Entretanto, os lançamentos de dotações automáticas situaram-se em 58% ou P1,387 biliões.
Estes incluem P1,19 biliões para Atribuição Fiscal Nacional, P93,98 mil milhões para subsídio global e P82,21 mil milhões para os prémios de reforma e seguro de vida.
Excluindo os outros lançamentos no valor de P14,417 mil milhões, a taxa de lançamento do orçamento é de 63,3%, já que os fundos lançados atingiram P4,297 biliões dos P6,793 biliões do programa original.
Os outros lançamentos incluem dotações não programadas no valor de P9,55 mil milhões, dotações contínuas de 2025 de P4,816 mil milhões e fundos para fins especiais no valor de P4,58 mil milhões.
"O lançamento de dotações mais lento em fevereiro parece mais uma questão de timing e prudência do que uma mudança de política," disse Jonathan L. Ravelas, Conselheiro Sénior da Reyes Tacandong & Co., numa mensagem do Viber.
Disse que as agências ainda estão a alinhar planos de caixa, aquisições e salvaguardas em fevereiro, razão pela qual o DBM lança cuidadosamente enquanto vigia as receitas e os riscos globais.
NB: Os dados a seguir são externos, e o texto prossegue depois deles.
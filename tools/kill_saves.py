"""Kills a saving process with SIGKILL at random moments and checks what is left on disk.

    nice python tools/kill_saves.py --count 500 [--folder /tmp/kills]

Prints how many kills left a torn project file, a torn backup, or temporary files after the next
save (all three must be 0). tests/test_save_crashes.py runs a few of the same kills.
"""

from __future__ import annotations

import argparse
import sys
import tempfile
import time
from pathlib import Path

sys.path.insert(0, str(Path(__file__).resolve().parent.parent))

from tests.save_crashes import crash_saves


def main() -> int:
    parser = argparse.ArgumentParser(description=__doc__.splitlines()[0])
    parser.add_argument("--count", type=int, default=500)
    parser.add_argument("--folder", type=Path, help="where to save (default: a new temporary folder)")
    parser.add_argument("--seed", type=int, default=1)
    args = parser.parse_args()
    folder = args.folder or Path(tempfile.mkdtemp(prefix="poise-kills-"))
    folder.mkdir(parents=True, exist_ok=True)
    start = time.perf_counter()
    tally = crash_saves(args.count, folder, args.seed)
    print(f"kills                          {tally.kills}")
    print(f"kills that left a temporary    {tally.hit_mid_save}")
    print(f"torn project files             {tally.torn_files}")
    print(f"torn backups                   {tally.torn_backups}")
    print(f"temporaries after next save    {tally.stray_temporaries}")
    print(f"time                           {time.perf_counter() - start:.0f} s in {folder}")
    return 1 if tally.torn_files or tally.torn_backups or tally.stray_temporaries else 0


if __name__ == "__main__":
    sys.exit(main())
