def train_text(raw: bytes, where: str) -> str:
    """A train file's bytes as text (UTF-8, a byte-order mark kept for the parser to drop),
    or a one-line :class:`TrainError` saying what the file is instead and what to do: UTF-16
    (as some editors save "Unicode"), a binary file, or a letter in another encoding (the line
    it is on)."""
    try:
        return raw.decode("utf-8")
    except UnicodeDecodeError as exc:
        if raw.startswith((b"\xff\xfe", b"\xfe\xff")):
            problem = ("is UTF-16 text (what some editors save as \"Unicode\"); save it as "
                       "UTF-8")
        elif b"\x00" in raw[:4096]:
            problem = "is not a text file (it holds binary data); give a train file (TOML text)"
        else:
            line = raw.count(b"\n", 0, exc.start) + 1
            column = exc.start - raw.rfind(b"\n", 0, exc.start)
            problem = (f"line {line}, column {column}: a byte that is not UTF-8 (a letter saved "
                       f"in another encoding, such as Windows-1252 or Latin-1); save the file "
                       f"as UTF-8")
        raise TrainError(where, "", problem) from None


_TOKENS = re.compile(r'"""(?:[^\\]|\\.)*?"""|\'\'\'.*?\'\'\'|"(?:[^"\\\n]|\\.)*"'
                     r"|'[^'\n]*'|#[^\n]*|[\[\]{}]"
                     rf"|(?:[A-Za-z0-9_-]+[ \t]*\.[ \t]*){{{MAX_DEPTH},}}[A-Za-z0-9_-]+",
                     re.DOTALL)


def _nesting(text: str) -> tuple[int, int]:
    """Deepest nesting of brackets and braces (or parts of a dotted key) outside strings and
    comments, and its line.

    tomllib reads nested arrays and inline tables recursively, so a file nested thousands deep
    would exhaust the stack, and a dotted key thousands of parts long takes it seconds; this
    scan runs first, in one pass, without recursion.
    """
    depth = deepest = 0
    at = 0
    for m in _TOKENS.finditer(text):
        tok = m.group()
        if tok in "[{":
            depth += 1
            if depth > deepest:
                deepest, at = depth, m.start()
        elif tok in "]}":
            depth = max(depth - 1, 0)
        elif tok[0] not in "\"'#":  # a dotted key: each part is a table inside the last
            parts = tok.count(".") + 1
            if parts > deepest:
                deepest, at = parts, m.start()
    return deepest, text.count("\n", 0, at) + 1


def _table_depth(doc: dict) -> int:
    """How deep tables and arrays sit inside one another (iterative: no recursion)."""
    deepest = 0
    stack: list[tuple[object, int]] = [(doc, 1)]
    while stack:
        value, depth = stack.pop()
        deepest = max(deepest, depth)
        if deepest > MAX_DEPTH:
            return deepest
        if isinstance(value, dict):
            stack.extend((v, depth + 1) for v in value.values() if isinstance(v, dict | list))
        elif isinstance(value, list):
            stack.extend((v, depth + 1) for v in value if isinstance(v, dict | list))
    return deepest


_NAMED_SECTIONS = ("arbors", "pointers", "pin_slots", "workshop")
_QUOTED = re.compile(r'"(?:[^"\\]|\\.)*"|\'[^\']*\'')
_PLAIN_WORDS = re.compile(r"[^\W\d][\w .'-]*$")  # a word or words, as text written bare


def _number_hint(line: str) -> str:
    """For a line with a value TOML cannot read that a maker meant as a number — a decimal
    comma (``days_per_turn = 1,5``), a unit or a slip after the figures (``disc_teeth = 5x9``,
    ``59 teeth``, also inside ``{ ... }``), or no value at all (``days_per_turn =``) — what
    to write instead; empty otherwise."""
    if line.startswith("["):
        return ""
    key, _, value = line.partition("=")
    value = value.strip()
    if not value:
        return f"; the value after '{safe_text(key.strip()[:60])} =' is missing"
    inner = re.fullmatch(r"\{(.*)\}?", value)
    pairs = ([p.partition("=") for p in inner[1].rstrip("}").split(",")] if inner else
             [(key, "=", value)])
    for k, eq, v in pairs:
        k, v = k.strip(), v.strip()
        if not eq or not k:
            continue
        if not v:
            return f"; the value after '{safe_text(k[:60])} =' is missing"
        if not re.match(r"[+-]?\.?\d", v):
            continue
        try:
            tomllib.loads(f"x = {v}")
            continue
        except tomllib.TOMLDecodeError:
            pass
        shown = f"{safe_text(k[:60])} = {safe_text(v[:40])}"
        if not inner and decimal_comma(v):
            return f"; {shown}{decimal_comma(v).replace(': ', f': {safe_text(k[:60])} = ')}"
        return (f"; {shown}: a number is written in figures alone, without units (59, 29.5, "
                f"1.5e-3), an exact fraction in quotes (\"6940/235\")")
    return ""


def _toml_hint(text: str, message: str) -> str:
    """What to write instead, for the faults the TOML reader's words leave unclear to a maker:
    a name with letters TOML allows only in quotes (``[arbors.année]``), text written without
    quotes (``name = Nineteen drum``), a key given twice ("Cannot overwrite a value") and a
    table written twice ("Cannot declare ('arbors', 'sun') twice"); empty otherwise."""
    at = re.search(r"at line (\d+)", message)
    lines = text.splitlines()
    if not at or not 1 <= int(at[1]) <= len(lines):
        return ""
    line = lines[int(at[1]) - 1].split("#", 1)[0].strip()
    key, _, value = line.partition("=") if not line.startswith("[") else (line, "", "")
    if any(ord(ch) > 127 for ch in _QUOTED.sub("", line)):  # TOML has them only in quotes
        return ("; a name with letters other than A-Z, a-z, 0-9, _ and - goes in quotes, "
                'e.g. [arbors."année"] or "jahresräd" = 127')
    value = value.strip()
    header = re.fullmatch(r"(\[\[?)\s*([A-Za-z0-9_.-]+)\s*\]\]?", line)
    if header and not value:  # a table header clashing with another written otherwise
        double, name = header[1] == "[[", header[2]
        if name.split(".")[0] == "meshes":
            return ("; every mesh is its own [[meshes]] table, with double brackets ([meshes] "
                    "with single brackets is one table, which can be written once)")
        if double and name.split(".")[0] in _NAMED_SECTIONS:
            return (f"; [[{safe_text(name[:120])}]] with double brackets makes a list: write "
                    f"each as a named table in single brackets, as above "
                    f"([{safe_text(name[:120])}.NAME])")
    if key.strip() == "date" and value and value[0] not in "\"'":
        # TOML's own dates have years 0001-9999 and no era: a year before AD 1, BC, a month
        # name or a JD is text to TOML, so it goes in quotes
        return (f'; a date TOML cannot hold as it is (a year before AD 1, an era, a month '
                f'name) goes in quotes: date = "{safe_text(value[:60])}"')
    number = _number_hint(line)
    if number:
        return number
    if value and _PLAIN_WORDS.match(value) and value not in ("true", "false", "inf", "nan"):
        return f'; text goes in quotes: {safe_text(key.strip())} = "{safe_text(value[:60])}"'
    if message.startswith("Cannot overwrite a value") and value:
        return f"; '{safe_text(key.strip()[:60])}' is given twice in one table: keep one"
    declared = re.match(r"Cannot declare \(([^)]*)\) twice", message)
    if declared:
        name = ".".join(part for part in (p.strip().strip("'\"") for p in declared[1].split(","))
                        if part)  # a one-part name comes as "('train',)"
        return f"; [{safe_text(name[:120])}] is written twice: put its keys in one table"
    return ""
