def test_a_plate_whose_axes_no_module_ties_is_not_drawn(tmp_path, capsys):
    # the planet dial's frame meshes give no module: its frame axes were drawn 5 mm apart in a
    # row (with a note), holes a maker would drill and that hold none of those wheels; no
    # distance between them is known, so no frame plate is drawn, and one line says why,
    # naming the meshes that need a module
    train = load_train(HERE.parent / "engine" / "trains" / "planet_dial.toml")
    (frame,) = [p for p in place_plates(train, solve(train), {}) if p.mount == "frame"]
    assert not frame.holes and not frame.ties
    assert set(frame.withheld) >= {"day", "venus_first", "mars_second"}
    assert main(["cut", "planet_dial", "--out", str(tmp_path / "p"), "--json"]) == 0
    got = json.loads(capsys.readouterr().out)
    assert not any(p["name"] == "plate-frame" for p in got["parts"])
    assert not (tmp_path / "p" / "plate-frame.dxf").exists()
    (note,) = got["notes"]
    assert note.startswith("no plate of the frame drawn: the places of its holes (day, ")
    assert "mesh 1 (day_sun_pinion–venus_w1), mesh 2 (venus_p2–venus_w2)" in note
    assert "no module_mm" in note and len(note.splitlines()) == 1
    # the carriers' plates, measured from their meshes with a module, are drawn
    assert {p["name"] for p in got["parts"] if p["kind"] == "plate"} == {
        "plate-venus_deferent", "plate-mars_deferent"}


def _half_measured(b_at: str = "", c_at: str = "") -> str:
    """Frame arbors 'a' and 'b' tied by a mesh with a module (15 mm apart), 'c' meshing 'b'
    with none; ``b_at``, ``c_at`` at_mm lines for 'b' and 'c'."""
    return ('[crank]\narbor = "a"\ndays_per_turn = 1\n[epoch]\ndate = "2026-01-01"\n'
            'set = "angles"\n[arbors.a]\nwheels = { a1 = 20 }\n'
            '[arbors.b]\nwheels = { b1 = 40, b2 = 10 }\n'
            f'{b_at}[arbors.c]\nwheels = {{ c1 = 30 }}\n{c_at}'
            '[[meshes]]\nwheels = ["a1", "b1"]\nmodule_mm = 0.5\n'
            '[[meshes]]\nwheels = ["b2", "c1"]\n'
            '[pointers.p]\nshows = "sun"\narbor = "c"\nset_deg = 0\n')
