@sync
async def test_backspacing_a_newly_picked_value_starts_from_its_end(tmp_path):
    path = tmp_path / "moon.toml"
    shutil.copy(demo_path("moon_disc_59"), path)
    app = make_app(path)
    async with app.run_test(size=(80, 24)) as pilot:
        await pilot.press("w")
        await pilot.pause()
        await pilot.press("down", "down")  # from the crank's "1" to the disc's 59 teeth
        await pilot.pause()
        box = app.screen.query_one("#parts-value", Input)
        assert box.value == "59" and box.cursor_position == 2
        await pilot.press("backspace", "backspace", "5", "8", "enter")
        await pilot.pause()
        assert any(t == 58 for w, _, t in app.session.editor.wheels() if w == "disc_teeth")


@sync
async def test_saving_into_a_folder_uses_the_offered_name_and_a_name_must_end_in_toml(
        tmp_path, monkeypatch):
    from tui.editing import SaveDialog

    monkeypatch.chdir(tmp_path)
    path = tmp_path / "moon.toml"
    shutil.copy(demo_path("moon_disc_59"), path)
    folder = tmp_path / "kept"
    folder.mkdir()
    app = make_app(path)
    async with app.run_test(size=(80, 24)) as pilot:
        await pilot.press("w")
        await pilot.pause()
        await pilot.press("down", "down", "backspace", "backspace", "5", "8", "enter")
        await pilot.pause()
        await pilot.press("ctrl+s")
        await pilot.pause()
        await pilot.pause()
        assert isinstance(app.screen, SaveDialog)
        box = app.screen.query_one("#save-input", Input)
        box.value = str(tmp_path / "moon.txt")
        await pilot.press("enter")
        await pilot.pause()
        assert isinstance(app.screen, SaveDialog)
        assert ".toml" in str(app.screen.query_one("#save-error").render())
        assert not (tmp_path / "moon.txt").exists()
        box.value = str(folder)
        await pilot.press("enter")
        await pilot.pause()
        await pilot.pause()
    assert [p.name for p in folder.iterdir()] == ["moon-edited.toml"]
    assert "disc_teeth = 58" in (folder / "moon-edited.toml").read_text()
    assert not (tmp_path / "kept.toml").exists()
"Para março, espero que os lançamentos permaneçam medidos, não congelados, com uma recuperação assim que as autorizações forem concluídas, particularmente para infraestruturas e programas prioritários," acrescentou.
Michael L. Ricafort, economista-chefe do Rizal Commercial Banking Corp., disse que a taxa de desembolso mais lenta ainda reflete alguma subexecução governamental tendo em vista os projetos anómalos de controlo de inundações.
"Medidas anticorrupção e outras reformas para elevar ainda mais os padrões de governação podem ter causado maior cautela em algumas despesas governamentais, especialmente em infraestruturas, para prevenir o risco de corrupção," disse numa mensagem do Viber.
Para os próximos meses, disse que as despesas de recuperação do governo podem levar a uma taxa de desembolso mais elevada.
"Mas (isto) ainda pode ser compensado por despesas governamentais mais cautelosas para prevenir o risco de corrupção e fugas," acrescentou.